'The great folks at Old Cars Weekly have done it again. Take a look at this 1946 Ford!
All 1946 Fords were, in essence, restyled 1942 models utilizing the same drivetrain as the prewar models. The grille was restyled with horizontal bars on the outside of the rectangular opening, instead of the flush-mounted grille of the 1942 models. The remainder of the body was virtually the same as the prewar version. The Deluxe series was the base trim level for 1946 and included rubber moldings around all the window openings, a horn button instead of a ring, one interior sun visor and armrests only on the driver’s door.
Total Deluxe series output was 94,870 vehicles. In addition, there were 84 chassis produced with a closed drive front end and two chassis produced with an open drive front end. Ford does not indicate the number of each model produced with sixes apart from V-8s. Therefore, all figures quoted from the factory show a total production of each body style, including both types of engines. The Super Deluxe Series was the cream of the Ford crop. It was the top trim level for 1946 and included chrome moldings around all windows, a horn ring, two interior sun visors, armrests on all doors, passenger assist straps on the interior “B” pillars for easier rear seat egress, horizontal chrome trim on the body and leather interior in the convertible models. The “woodie” wagon, while offered with a great many different nameplates over the years, is perhaps most closely associated with the Ford, and with good reason. Ford simply built more of them than anyone else.

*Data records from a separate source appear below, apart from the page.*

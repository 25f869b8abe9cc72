import fc from "fast-check";
import { describe, expect, it } from "vitest";
import { overlaps } from "@/lib/nesting/geometry";
import { procedure } from "@/lib/planning/procedure";
import {
  clipZone,
  countParts,
  cutState,
  partLine,
  rejectedSizes,
  shareValue,
  tallyRejects,
  volumeBasis,
} from "@/lib/planning/recording";
import { huge, machine, ok, part, randomPlan } from "../../support/procedure-fixtures";

const vol = (b: { size: readonly number[] }) => b.size[0]! * b.size[1]! * b.size[2]!;

describe("cutState: what a part-cut block has become", () => {
  // A 1000 × 600 × 400 block: a bottom slab P1, then the top slab split across its width into P2
  // and an offcut. The wire spans 700 mm, so the width (600) runs along the wire in step 1 and the
  // top slab has to be placed again (step 2) for its cut across the width.
  const proc = ok(
    procedure({
      blockCode: "T-1",
      size: [1000, 600, 400],
      trim: 0,
      kerf: 2,
      machine: machine({ wireLength: 700 }),
      pieces: [
        part("P1", [0, 0, 0], [1000, 600, 200]),
        part("P2", [0, 0, 202], [1000, 300, 198]),
        { kind: "offcut", index: 0, origin: [0, 302, 202], size: [1000, 298, 198] },
      ],
    }),
  );

  it("takes two steps for this block (worked by hand)", () => {
    expect(proc.steps.map((s) => s.piece)).toEqual(["A", "B"]);
    expect(proc.steps[1]!.size).toEqual([1000, 600, 198]);
  });

  it("after step 1: P1 came off; the top slab B goes back to stock with its true size", () => {
    const s = cutState(proc, new Set([1]));
    expect(s.parts.map((p) => p.part)).toEqual(["P1"]);
    expect(s.offcuts).toEqual([]);
    expect(s.remainders).toEqual([{ piece: "B", step: 2, box: { origin: [0, 0, 202], size: [1000, 600, 198] } }]);
    expect(s.cuts).toEqual([{ axis: "z", at: 200 }]);
  });

  it("with every step: the whole plan, nothing left over", () => {
    const s = cutState(proc, new Set([1, 2]));
    expect(s.parts.map((p) => p.part).sort()).toEqual(["P1", "P2"]);
    expect(s.offcuts.map((o) => o.index)).toEqual([0]);
    expect(s.remainders).toEqual([]);
  });

  it("a step whose piece never came off is not counted: the block stays whole", () => {
    const s = cutState(proc, new Set([2]));
    expect(s.counted).toEqual([]);
    expect(s.skipped).toEqual([2]);
    expect(s.remainders).toEqual([{ piece: "A", step: 1, box: { origin: [0, 0, 0], size: [1000, 600, 400] } }]);
  });

  it("on random plans and any steps done, the pieces never overlap, stay in the block and never outgrow it", () => {
    fc.assert(
      fc.property(fc.integer({ min: 1, max: 10_000 }), fc.array(fc.boolean(), { maxLength: 60 }), (seed, flags) => {
        const input = randomPlan(seed);
        const p = procedure({ ...input, machine: huge("horizontal") });
        if (!p.ok) return;
        const done = new Set(p.steps.filter((_, i) => flags[i] ?? true).map((s) => s.n));
        const s = cutState(p, done);
        const boxes = [...s.parts.map((x) => x.box), ...s.offcuts.map((x) => x.box), ...s.remainders.map((x) => x.box)];
        for (const b of boxes)
          for (let a = 0; a < 3; a++) {
            expect(b.origin[a]!).toBeGreaterThanOrEqual(-1e-6);
            expect(b.origin[a]! + b.size[a]!).toBeLessThanOrEqual(input.size[a]! + 1e-6);
          }
        for (let i = 0; i < boxes.length; i++)
          for (let j = i + 1; j < boxes.length; j++) expect(overlaps(boxes[i]!, boxes[j]!)).toBe(false);
        expect(boxes.reduce((t, b) => t + vol(b), 0)).toBeLessThanOrEqual(vol({ size: input.size }) + 1e-3);
        // All steps done: exactly the plan's parts and offcuts come off, nothing remains.
        const all = cutState(p, new Set(p.steps.map((x) => x.n)));
        expect(all.remainders).toEqual([]);
        expect(all.parts.length).toBe(input.pieces.filter((x) => x.kind === "part").length);
        expect(all.offcuts.length).toBe(input.pieces.filter((x) => x.kind === "offcut").length);
      }),
      { numRuns: 120, seed: 5 },
    );
  });
});

describe("clipZone and shareValue", () => {
  it("clips a zone to a piece in the piece's own frame, or null outside it", () => {
    const piece = { origin: [100, 0, 0] as [number, number, number], size: [50, 50, 50] as [number, number, number] };
    expect(clipZone({ min: [90, 0, 0], max: [120, 10, 10] }, piece)).toEqual({ min: [0, 0, 0], max: [20, 10, 10] });
    expect(clipZone({ min: [0, 0, 0], max: [99, 10, 10] }, piece)).toBeNull();
  });

  it("shares a block's value by volume, to the cent (by hand: half a 1 m³ block of 100 is 50)", () => {
    expect(shareValue(100, 1, [[500, 1000, 1000]])).toEqual([50]);
    expect(
      shareValue(118.5, 1.81, [
        [1000, 1000, 100],
        [300, 300, 300],
      ]),
    ).toEqual([6.55, 1.77]); // 118.5 × 0.1 / 1.81 = 6.547; 118.5 × 0.027 / 1.81 = 1.768;
  });
});

describe("rejects and part lines of a recording", () => {
  // A block whose plan places three of job part 7 and one of part 9; two of part 7 came off in the
  // steps done, part 9 not yet.
  const placed = countParts(["jp-7", "jp-7", "jp-7", "jp-9"]);
  const came = countParts(["jp-7", "jp-7"]);

  it("counts pieces per job part from the plan's part keys", () => {
    expect([...placed]).toEqual([
      [7, 3],
      [9, 1],
    ]);
  });

  it("adds rejects up per part with their reasons, in the order given", () => {
    const { rejects, fields } = tallyRejects(
      [
        { reject: { jobPartId: 7, count: 1, reason: "void in the face" }, field: "steps.1.rejects.0" },
        { reject: { jobPartId: 7, count: 1, reason: "wire wander" }, field: "rejects.0" },
      ],
      came,
      placed,
    );
    expect(fields).toEqual({});
    expect(rejects.get(7)).toEqual({ count: 2, reasons: ["void in the face", "wire wander"] });
  });

  it("names each field that asks too much, and which kind of missing part it is", () => {
    const { rejects, fields } = tallyRejects(
      [
        { reject: { jobPartId: 7, count: 2, reason: "a" }, field: "rejects.0" },
        { reject: { jobPartId: 7, count: 1, reason: "b" }, field: "rejects.1" }, // 3 > the 2 that came off
        { reject: { jobPartId: 9, count: 1, reason: "c" }, field: "rejects.2" }, // placed, not come off yet
        { reject: { jobPartId: 11, count: 1, reason: "d" }, field: "rejects.3" }, // not in this block
      ],
      came,
      placed,
    );
    expect(fields).toEqual({
      "rejects.1.count": "Only 2 of that part came off this block.",
      "rejects.2.jobPartId": "That part has not come off this block in the steps done.",
      "rejects.3.jobPartId": "That part is not cut from this block.",
    });
    expect(rejects.get(7)).toEqual({ count: 2, reasons: ["a"] });
  });

  it("takes the first pieces of a rejected part, in the order they came off", () => {
    const box = (x: number) => ({
      origin: [x, 0, 0] as [number, number, number],
      size: [x + 1, 2, 3] as [number, number, number],
    });
    const parts = [
      { part: "jp-7", box: box(10) },
      { part: "jp-9", box: box(20) },
      { part: "jp-7", box: box(30) },
      { part: "jp-7", box: box(40) },
    ];
    expect(rejectedSizes(parts, new Map([[7, { count: 2 }]]))).toEqual([
      [11, 2, 3],
      [31, 2, 3],
    ]);
    expect(rejectedSizes(parts, new Map())).toEqual([]);
  });

  it("works a part's line out by hand: good, not cut, and its volume on the box or the profile", () => {
    // Box 600 × 400 × 100 mm = 0.024 m³ each; 3 placed, 2 came off, 1 rejected → 1 good, 1 owed again.
    expect(partLine({ size: [600, 400, 100], trueVolumeMm3: null }, { placed: 3, came: 2, rejected: 1 })).toEqual({
      good: 1,
      rejected: 1,
      notCut: 1,
      basis: "box",
      eachM3: 0.024,
      volumeM3: 0.024,
    });
    // A profiled part counts its true volume: 15,000,000 mm³ = 0.015 m³ each, 2 good.
    const profiled = partLine(
      { size: [600, 400, 100], trueVolumeMm3: 15_000_000 },
      { placed: 2, came: 2, rejected: 0 },
    );
    expect(profiled).toMatchObject({ good: 2, notCut: 0, basis: "profile" });
    expect(profiled.volumeM3).toBeCloseTo(0.03, 12);
  });

  it("says mixed when the parts' bases differ", () => {
    expect(volumeBasis([])).toBe("box");
    expect(volumeBasis(["profile", "profile"])).toBe("profile");
    expect(volumeBasis(["box", "profile"])).toBe("mixed");
  });
});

The only truly new model for 1946 appeared in the Super Deluxe line. It was called the Super Deluxe Convertible Sport Coupe, or Sportsman. The Sportsman was a two-door convertible that featured a wood body along the lines of the station wagon. The wood-bodied station wagons had already been produced in various marques for a number of years, but non-wagons were fairly new. Chrysler had its Town & Country, Nash produced a Suburban wood-trimmed sedan, wood appliqué kits were available for some models of Chevrolet, and even Mercury had its own Sportsman, which was a companion car to the Ford version. Total Super Deluxe Series output was 372,43 vehicles. In addition, there were 26 chassis produced with a closed drive front end, three chassis produced with an open drive front end, and eight chassis-only produced. As with the Deluxe series, Ford does not indicate the number of each model produced with sixes or V-8s, so all figures quoted here also show a total production of each body style, with both types of engines, except in the case of the convertibles, which came only with V-8 power.
Important Spec’s 1946 Super Deluxe Station Wagon Model No. 69A Body/Style No.: 78B Length: 198.2 inches Wheelbase: 114 inches Weight: Station Wagon 3,490 lbs. Engine: L-head V-8, eight-cylinder Displacement: 239 cid Horsepower: 100 @ 3,800 rpm Bore & Stroke: 3.19 x 3.75 Compression ratio: 6.8:1 Electrical system: 6-volt Tire size: 6.00 x 16 Transmission: Three-speed manual Price: $1,553 Production total: 16.960 (including both V-8 and six-cylinder models Engines: SIX-CYLINDER: L-head. Cast iron block. Displacement: 226 cid. Bore and stroke: 3.30 x 4.40 inches. Compression ratio: 6.8:1. Brake hp: 90 at 3300 rpm. Carburetor: Holley single-barrel Model 847F. Four main bearings. V-8: L-head. Cast iron block. Displacement: 239 cid. Bore and stroke: 3.19 x 3.75 inches. Compression ratio: 6.6:1. Brake hp: 100 at 3800 rpm. Carburetor: Holley two-barrel Model 94. Three main bearings. Popular options Radio, heather, spotlights, exteriors mirrors, grille guard, bumper wings, exterior sun visor, white sidewall tires, fender skirts, wheel trim rings, exhaust deflector
Collectibility Whether seeing one brings back memories of the West Coast surfing culture or just elicits an admiration for craftsmanship well done in a mass-produced environment, “woodies,” are a desirable segment of collectible automobiles within the old car hobby. Ford had been producing its own wood-bodied wagons in its Iron Mountain, Michigan, assembly facility for many years, so when World War II ended, the automaker was ready to resume woodie production in a big way. Offered exclusively in the Super Deluxe line, the ’46 woodie wagon found 16,960 eager buyers. Today, the survivors are few as the wood-based bodies succumbed to the elements at a much higher rate than their steel-bodied counterparts. In this demand-outstrips-supply-scenario, a ’46 Ford woodie commands mid-five figures in solid condition.